Task objective: Gather from the material every line that contains the string "pass".

Supplied records:
== Segment start ==
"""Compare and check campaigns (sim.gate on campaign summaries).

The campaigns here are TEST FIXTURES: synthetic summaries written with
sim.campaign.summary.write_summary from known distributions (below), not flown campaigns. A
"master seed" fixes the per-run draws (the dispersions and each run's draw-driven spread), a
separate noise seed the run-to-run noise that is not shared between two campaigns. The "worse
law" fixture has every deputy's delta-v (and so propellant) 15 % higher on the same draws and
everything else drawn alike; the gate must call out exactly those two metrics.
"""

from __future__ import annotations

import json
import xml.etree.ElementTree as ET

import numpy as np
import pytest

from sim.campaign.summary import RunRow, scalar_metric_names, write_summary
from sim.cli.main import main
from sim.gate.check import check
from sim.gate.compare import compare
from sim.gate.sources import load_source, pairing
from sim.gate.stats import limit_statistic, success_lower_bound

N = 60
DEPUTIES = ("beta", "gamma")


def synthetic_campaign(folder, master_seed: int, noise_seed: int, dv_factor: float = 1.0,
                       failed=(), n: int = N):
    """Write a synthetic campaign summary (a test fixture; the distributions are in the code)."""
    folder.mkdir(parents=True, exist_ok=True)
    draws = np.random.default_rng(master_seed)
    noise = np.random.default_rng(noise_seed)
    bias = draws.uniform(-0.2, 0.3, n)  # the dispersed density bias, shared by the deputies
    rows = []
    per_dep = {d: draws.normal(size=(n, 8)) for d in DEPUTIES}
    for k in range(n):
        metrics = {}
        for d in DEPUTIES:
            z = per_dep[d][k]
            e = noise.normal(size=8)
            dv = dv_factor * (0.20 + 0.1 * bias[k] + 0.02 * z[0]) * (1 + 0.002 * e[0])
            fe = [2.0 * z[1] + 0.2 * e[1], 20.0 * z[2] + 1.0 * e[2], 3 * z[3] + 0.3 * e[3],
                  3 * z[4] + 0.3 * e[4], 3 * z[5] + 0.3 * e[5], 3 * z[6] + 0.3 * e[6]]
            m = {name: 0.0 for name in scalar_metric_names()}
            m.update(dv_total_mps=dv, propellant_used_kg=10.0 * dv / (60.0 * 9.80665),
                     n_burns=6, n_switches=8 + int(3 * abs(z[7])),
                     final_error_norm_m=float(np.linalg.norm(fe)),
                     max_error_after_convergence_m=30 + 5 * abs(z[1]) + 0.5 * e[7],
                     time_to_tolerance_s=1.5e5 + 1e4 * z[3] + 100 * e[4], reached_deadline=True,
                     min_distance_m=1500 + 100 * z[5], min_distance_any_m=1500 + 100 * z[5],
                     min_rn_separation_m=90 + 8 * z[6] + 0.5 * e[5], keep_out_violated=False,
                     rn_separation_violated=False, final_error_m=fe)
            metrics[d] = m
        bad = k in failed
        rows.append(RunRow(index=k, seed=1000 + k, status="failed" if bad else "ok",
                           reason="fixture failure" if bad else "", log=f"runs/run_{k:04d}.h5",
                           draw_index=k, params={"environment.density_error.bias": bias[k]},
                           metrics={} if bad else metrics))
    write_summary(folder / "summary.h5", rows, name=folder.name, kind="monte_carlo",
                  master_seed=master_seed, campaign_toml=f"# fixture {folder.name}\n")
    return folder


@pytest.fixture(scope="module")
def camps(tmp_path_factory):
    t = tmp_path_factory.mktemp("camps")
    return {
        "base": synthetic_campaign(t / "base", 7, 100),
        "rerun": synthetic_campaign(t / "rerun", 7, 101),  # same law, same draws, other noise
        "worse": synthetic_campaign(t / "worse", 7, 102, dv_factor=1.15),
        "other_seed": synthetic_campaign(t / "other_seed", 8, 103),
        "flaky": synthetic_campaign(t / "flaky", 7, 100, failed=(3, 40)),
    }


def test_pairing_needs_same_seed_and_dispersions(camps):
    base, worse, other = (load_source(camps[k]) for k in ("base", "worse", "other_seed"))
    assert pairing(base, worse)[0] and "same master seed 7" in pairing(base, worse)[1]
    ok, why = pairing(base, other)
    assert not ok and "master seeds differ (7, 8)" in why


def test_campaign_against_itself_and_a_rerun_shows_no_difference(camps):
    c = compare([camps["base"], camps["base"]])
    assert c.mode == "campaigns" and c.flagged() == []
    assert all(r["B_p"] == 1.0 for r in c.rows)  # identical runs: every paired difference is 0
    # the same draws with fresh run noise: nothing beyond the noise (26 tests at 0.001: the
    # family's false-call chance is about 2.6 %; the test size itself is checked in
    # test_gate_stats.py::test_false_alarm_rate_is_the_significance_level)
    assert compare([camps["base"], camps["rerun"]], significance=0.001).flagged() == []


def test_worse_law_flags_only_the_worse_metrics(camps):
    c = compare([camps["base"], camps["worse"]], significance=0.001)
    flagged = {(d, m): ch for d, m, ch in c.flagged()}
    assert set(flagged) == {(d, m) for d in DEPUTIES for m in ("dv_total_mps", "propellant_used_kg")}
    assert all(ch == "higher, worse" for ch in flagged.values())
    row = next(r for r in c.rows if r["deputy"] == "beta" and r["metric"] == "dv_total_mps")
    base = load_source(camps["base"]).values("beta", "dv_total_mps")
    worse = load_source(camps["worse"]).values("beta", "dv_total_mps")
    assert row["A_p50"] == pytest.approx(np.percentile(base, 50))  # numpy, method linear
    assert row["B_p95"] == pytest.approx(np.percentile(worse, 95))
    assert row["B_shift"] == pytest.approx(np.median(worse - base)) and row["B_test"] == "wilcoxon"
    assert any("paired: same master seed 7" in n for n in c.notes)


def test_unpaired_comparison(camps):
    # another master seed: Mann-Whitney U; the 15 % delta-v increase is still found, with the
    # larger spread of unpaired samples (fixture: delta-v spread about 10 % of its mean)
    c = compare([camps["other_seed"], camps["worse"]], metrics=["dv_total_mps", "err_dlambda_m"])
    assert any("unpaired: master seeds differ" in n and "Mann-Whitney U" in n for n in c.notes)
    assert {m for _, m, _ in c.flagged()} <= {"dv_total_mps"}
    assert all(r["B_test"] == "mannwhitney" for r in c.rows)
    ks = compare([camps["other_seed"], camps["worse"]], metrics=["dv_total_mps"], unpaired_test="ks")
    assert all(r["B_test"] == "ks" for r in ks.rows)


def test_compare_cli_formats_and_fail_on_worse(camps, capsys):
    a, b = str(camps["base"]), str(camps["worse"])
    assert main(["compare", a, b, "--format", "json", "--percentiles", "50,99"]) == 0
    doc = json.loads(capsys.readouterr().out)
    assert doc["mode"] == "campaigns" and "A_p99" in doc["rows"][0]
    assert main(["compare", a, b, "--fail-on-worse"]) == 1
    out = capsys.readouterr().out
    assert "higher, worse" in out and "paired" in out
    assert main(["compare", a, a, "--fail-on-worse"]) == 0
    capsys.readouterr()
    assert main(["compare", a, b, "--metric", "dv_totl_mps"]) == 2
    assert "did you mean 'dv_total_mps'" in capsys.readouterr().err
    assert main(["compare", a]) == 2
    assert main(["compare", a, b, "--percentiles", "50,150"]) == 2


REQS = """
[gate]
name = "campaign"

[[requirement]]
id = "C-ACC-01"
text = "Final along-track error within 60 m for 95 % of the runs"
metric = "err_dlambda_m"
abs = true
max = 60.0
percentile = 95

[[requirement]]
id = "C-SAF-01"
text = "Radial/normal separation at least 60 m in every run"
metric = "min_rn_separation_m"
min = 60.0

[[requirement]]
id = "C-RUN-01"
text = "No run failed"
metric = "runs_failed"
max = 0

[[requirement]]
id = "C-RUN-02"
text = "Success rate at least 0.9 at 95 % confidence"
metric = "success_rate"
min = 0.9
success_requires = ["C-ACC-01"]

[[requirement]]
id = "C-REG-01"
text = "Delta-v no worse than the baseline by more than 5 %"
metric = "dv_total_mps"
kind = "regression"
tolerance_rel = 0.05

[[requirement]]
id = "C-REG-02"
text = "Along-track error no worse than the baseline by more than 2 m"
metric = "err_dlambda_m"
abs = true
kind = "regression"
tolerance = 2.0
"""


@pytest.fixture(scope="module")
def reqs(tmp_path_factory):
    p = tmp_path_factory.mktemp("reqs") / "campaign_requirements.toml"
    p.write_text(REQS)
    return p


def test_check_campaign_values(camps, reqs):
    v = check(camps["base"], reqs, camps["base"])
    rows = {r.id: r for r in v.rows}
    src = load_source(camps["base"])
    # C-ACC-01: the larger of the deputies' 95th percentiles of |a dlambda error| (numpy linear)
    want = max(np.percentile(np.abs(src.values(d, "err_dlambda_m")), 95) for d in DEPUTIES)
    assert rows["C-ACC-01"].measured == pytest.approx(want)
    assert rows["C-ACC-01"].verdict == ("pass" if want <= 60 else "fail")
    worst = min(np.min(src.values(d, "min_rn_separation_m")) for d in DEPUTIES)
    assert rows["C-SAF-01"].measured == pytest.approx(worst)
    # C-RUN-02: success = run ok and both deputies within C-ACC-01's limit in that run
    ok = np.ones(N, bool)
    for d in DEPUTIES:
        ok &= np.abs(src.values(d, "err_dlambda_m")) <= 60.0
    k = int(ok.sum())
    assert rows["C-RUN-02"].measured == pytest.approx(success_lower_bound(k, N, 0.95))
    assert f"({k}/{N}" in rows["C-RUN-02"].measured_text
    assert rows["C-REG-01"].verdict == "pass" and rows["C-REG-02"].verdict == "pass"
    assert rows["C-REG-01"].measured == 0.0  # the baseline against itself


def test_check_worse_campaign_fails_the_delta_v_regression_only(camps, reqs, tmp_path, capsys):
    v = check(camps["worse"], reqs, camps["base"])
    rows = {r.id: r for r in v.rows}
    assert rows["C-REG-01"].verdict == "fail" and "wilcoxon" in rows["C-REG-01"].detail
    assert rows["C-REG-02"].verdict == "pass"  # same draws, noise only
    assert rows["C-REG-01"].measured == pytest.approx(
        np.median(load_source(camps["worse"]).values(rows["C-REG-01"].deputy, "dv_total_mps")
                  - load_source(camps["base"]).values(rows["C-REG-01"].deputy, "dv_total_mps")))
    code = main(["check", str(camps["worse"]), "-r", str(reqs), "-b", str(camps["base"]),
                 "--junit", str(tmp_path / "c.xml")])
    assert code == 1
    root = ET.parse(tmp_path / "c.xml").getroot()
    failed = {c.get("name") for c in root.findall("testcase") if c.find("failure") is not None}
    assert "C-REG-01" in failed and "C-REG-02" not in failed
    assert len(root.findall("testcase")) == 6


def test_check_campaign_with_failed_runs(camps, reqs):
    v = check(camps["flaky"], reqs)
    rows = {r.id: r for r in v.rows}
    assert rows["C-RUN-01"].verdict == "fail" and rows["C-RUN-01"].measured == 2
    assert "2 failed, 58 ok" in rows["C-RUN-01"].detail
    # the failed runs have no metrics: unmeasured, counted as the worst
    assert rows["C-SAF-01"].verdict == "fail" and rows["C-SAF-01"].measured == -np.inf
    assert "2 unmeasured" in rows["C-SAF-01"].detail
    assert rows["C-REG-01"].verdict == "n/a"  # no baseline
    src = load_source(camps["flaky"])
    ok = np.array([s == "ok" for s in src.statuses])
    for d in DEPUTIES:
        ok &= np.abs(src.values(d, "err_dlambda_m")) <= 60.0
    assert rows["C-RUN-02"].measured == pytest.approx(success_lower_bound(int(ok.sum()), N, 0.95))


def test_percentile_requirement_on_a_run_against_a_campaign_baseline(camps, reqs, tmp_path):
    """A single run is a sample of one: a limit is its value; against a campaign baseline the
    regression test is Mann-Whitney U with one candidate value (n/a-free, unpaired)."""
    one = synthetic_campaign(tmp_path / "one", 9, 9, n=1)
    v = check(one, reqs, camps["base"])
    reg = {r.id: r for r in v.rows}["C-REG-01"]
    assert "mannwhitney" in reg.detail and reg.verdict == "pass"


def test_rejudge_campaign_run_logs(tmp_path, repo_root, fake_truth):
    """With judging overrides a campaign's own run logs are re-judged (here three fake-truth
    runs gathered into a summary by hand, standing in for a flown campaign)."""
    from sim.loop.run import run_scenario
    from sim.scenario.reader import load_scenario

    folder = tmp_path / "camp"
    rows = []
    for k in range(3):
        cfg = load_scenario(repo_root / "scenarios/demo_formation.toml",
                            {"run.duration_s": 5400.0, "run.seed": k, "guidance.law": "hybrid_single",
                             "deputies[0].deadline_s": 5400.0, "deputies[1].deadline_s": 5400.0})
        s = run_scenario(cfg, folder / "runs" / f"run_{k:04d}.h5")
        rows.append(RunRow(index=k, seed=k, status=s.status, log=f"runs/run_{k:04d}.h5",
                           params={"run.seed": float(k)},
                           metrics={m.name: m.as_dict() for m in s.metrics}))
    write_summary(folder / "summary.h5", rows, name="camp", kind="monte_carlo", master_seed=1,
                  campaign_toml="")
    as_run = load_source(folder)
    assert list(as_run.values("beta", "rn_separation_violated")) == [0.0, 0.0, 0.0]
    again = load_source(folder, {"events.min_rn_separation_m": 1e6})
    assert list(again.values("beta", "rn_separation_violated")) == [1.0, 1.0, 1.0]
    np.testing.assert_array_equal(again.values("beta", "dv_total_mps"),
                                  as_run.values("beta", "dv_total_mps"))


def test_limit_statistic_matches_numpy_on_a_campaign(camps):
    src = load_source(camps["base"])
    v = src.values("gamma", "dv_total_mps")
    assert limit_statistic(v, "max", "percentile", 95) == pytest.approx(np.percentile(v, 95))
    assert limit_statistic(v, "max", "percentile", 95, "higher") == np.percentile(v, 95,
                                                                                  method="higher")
== Segment end ==
Answer for this exercise:
    assert rows["C-ACC-01"].verdict == ("pass" if want <= 60 else "fail")
    assert rows["C-REG-01"].verdict == "pass" and rows["C-REG-02"].verdict == "pass"
    assert rows["C-REG-02"].verdict == "pass"  # same draws, noise only
    assert "mannwhitney" in reg.detail and reg.verdict == "pass"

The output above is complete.